Methods: Ae. aegypti mosquitoes (n=429) were screened for natural Wolbachia by taqman qPCR using location-specific Wolbachia surface protein primers (wspAAML) and known 16S rRNA primers. Samples positive for wspAAML (n=267) were processed for Sanger sequencing. We constructed a phylogenetic tree using IQ-TREE 2 to further characterize Wolbachia present in the Philippine Ae. aegypti. We then compared Wolbachia densities between Wolbachia groups and host sex. Statistical analyses were done using GraphPad Prism 9.0.

Results: Wolbachia prevalence for 16S rRNA (40%) and wspAAML (62%) markers were high. Wolbachia relative densities for 16S rRNA ranged from -3.84 to 2.71 and wspAAML from -4.02 to 1.81. Densities were higher in male than female mosquitoes. Wolbachia strains detected in Ae. aegypti clustered into supergroup B. Some 54% (123/226) of these sequences clustered under a group referred to here as "wAegML," that belongs to the supergroup B, which had a significantly lower density than wAegB/wAlbB, and wAlbA strains.

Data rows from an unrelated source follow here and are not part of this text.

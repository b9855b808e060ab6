//! Block detector: windowed generalised Goertzel over overlapping blocks.
//!
//! Block length from the requested noise bandwidth B: `L = ⌈ENBW_bins·fs/B⌉`
//! (ENBW_bins of the window, Harris 1978 Table 1). A new block starts every
//! `hop = fs/readout_rate` samples, so up to `⌈L/hop⌉` blocks are in flight.
//! For block `b` starting at absolute sample `n0` the phasor is
//! `P = (2/Σw)·e^{−jω·n0}·Σ_m w[m]·x[n0+m]·e^{−jωm}`, referenced to the same
//! absolute-time oscillator as the lock-in, so a steady on-frequency tone gives
//! the same phasor from every block. The window is evaluated per sample from one
//! `cosf` and Chebyshev recursions (no table, no allocation).

use crate::detect::goertzel::{Goertzel, GoertzelState};
use crate::detect::nco::{phase_step, reference_at};
use crate::detect::settings::MAX_OVERLAP;
use crate::detect::window::Window;
use crate::phasor::C32;

/// Built block-detector coefficients.
#[derive(Clone, Copy, Debug, PartialEq)]
#[cfg_attr(feature = "defmt", derive(defmt::Format))]
pub struct BlockDetector {
    /// Block length L, samples.
    pub len: u32,
    /// Samples between block starts.
    pub hop: u32,
    /// Window.
    pub window: Window,
    g: Goertzel,
    gp: Goertzel,
    step: u32,
    probe_step: u32,
    norm: f32,
    /// Sample rate, Hz.
    pub sample_rate_hz: f32,
}

#[derive(Clone, Copy, Debug)]
struct Slot<const N: usize> {
    active: bool,
    start: u64,
    pos: u32,
    st: [GoertzelState; N],
    stp: [GoertzelState; N],
}

/// State of the block detector for `N` coils.
#[derive(Clone, Copy, Debug)]
pub struct BlockState<const N: usize> {
    slots: [Slot<N>; MAX_OVERLAP],
    next_start: u64,
}

impl BlockDetector {
    /// Build from block length and hop (already validated).
    pub fn new(sample_rate_hz: f32, cycles: f64, probe_cycles: f64, window: Window, len: u32, hop: u32) -> Self {
        Self {
            len,
            hop,
            window,
            g: Goertzel::from_cycles_per_sample(cycles),
            gp: Goertzel::from_cycles_per_sample(probe_cycles),
            step: phase_step(cycles),
            probe_step: phase_step(probe_cycles),
            norm: 2.0 / window.sum(len),
            sample_rate_hz,
        }
    }

    /// Noise bandwidth, Hz.
    pub fn enbw_hz(&self) -> f32 {
        self.window.enbw_bins() * self.sample_rate_hz / self.len as f32
    }

    /// The instant a block's phasor stands for, in samples from the block's first
    /// sample: the centroid `Σ m·w[m]/Σw` of the window, so an amplitude changing
    /// linearly in time is read at its value there. The periodic cosine-sum windows
    /// are symmetric about `L/2` with `w[0]` unpaired, so the centroid is
    /// `L/2 − w[0]/(2·a0)`: `(L − 1)/2` for the rectangular window, `L/2` for Hann.
    pub fn centre_samples(&self) -> f64 {
        let w0 = self.window.value(0, self.len) as f64;
        self.len as f64 / 2.0 - w0 / (2.0 * self.window.coherent_gain() as f64)
    }

    /// Normalised magnitude response at `offset_hz` from the tone.
    pub fn response(&self, offset_hz: f64) -> f64 {
        self.window.response(offset_hz * self.len as f64 / self.sample_rate_hz as f64, self.len)
    }
}

impl<const N: usize> BlockState<N> {
    /// Empty state; the first block starts at sample 0.
    pub fn new() -> Self {
        let slot = Slot { active: false, start: 0, pos: 0, st: [GoertzelState::default(); N], stp: [GoertzelState::default(); N] };
        Self { slots: [slot; MAX_OVERLAP], next_start: 0 }
    }

    /// Feed frame at absolute index `n`; returns (main, probe, block start) when a block completes.
    pub fn step(&mut self, cfg: &BlockDetector, n: u64, x: &[f32; N]) -> Option<([C32; N], [C32; N], u64)> {
        if n >= self.next_start {
            if let Some(s) = self.slots.iter_mut().find(|s| !s.active) {
                s.active = true;
                s.start = n;
                s.pos = 0;
                s.st = [GoertzelState::default(); N];
                s.stp = [GoertzelState::default(); N];
            }
            self.next_start = n + cfg.hop as u64;
        }
        let mut done = None;
        for s in self.slots.iter_mut().filter(|s| s.active) {
            let w = cfg.window.value(s.pos, cfg.len);
            for c in 0..N {
                let v = w * x[c];
                cfg.g.step(&mut s.st[c], v);
                cfg.gp.step(&mut s.stp[c], v);
            }
            s.pos += 1;
            if s.pos == cfg.len {
                s.active = false;
                let rot = reference_at(cfg.step, s.start);
                let rotp = reference_at(cfg.probe_step, s.start);
                let mut out = [C32::ZERO; N];
                let mut outp = [C32::ZERO; N];
                for c in 0..N {
                    out[c] = (cfg.g.dtft(&s.st[c], cfg.len) * rot).scale(cfg.norm);
                    outp[c] = (cfg.gp.dtft(&s.stp[c], cfg.len) * rotp).scale(cfg.norm);
                }
                done = Some((out, outp, s.start));
            }
        }
        done
    }
}

impl<const N: usize> Default for BlockState<N> {
    fn default() -> Self {
        Self::new()
    }
}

Conclusion: Location-specific primers improved detection of natural Wolbachia in Ae. aegypti and allowed for relative quantification. Wolbachia density is relatively low, and differed between host sexes and Wolbachia strains. An economical way of confirming sporadic or transient Wolbachia in Ae. aegypti is necessary while considering host sex and bacterial strain.

Keywords: Wolbachia; aedes aegypti; arbovirus; mosquito; vector control.

MeSH terms

Aedes* / microbiology
Animals
Humans
Mosquito Vectors
Philippines
Phylogeny
RNA, Ribosomal, 16S / genetics
Wolbachia* / genetics

Substances

RNA, Ribosomal, 16S

Grants and funding

The author(s) declare financial support was received for the research, authorship, and/or publication of this article. This study was funded by the JSPS Core-to-Core Program B. Asia-Africa science platforms and the Sumitomo Electric Industries Group Corporate Social Responsibility (CSR) Foundation, Endowed Chair program.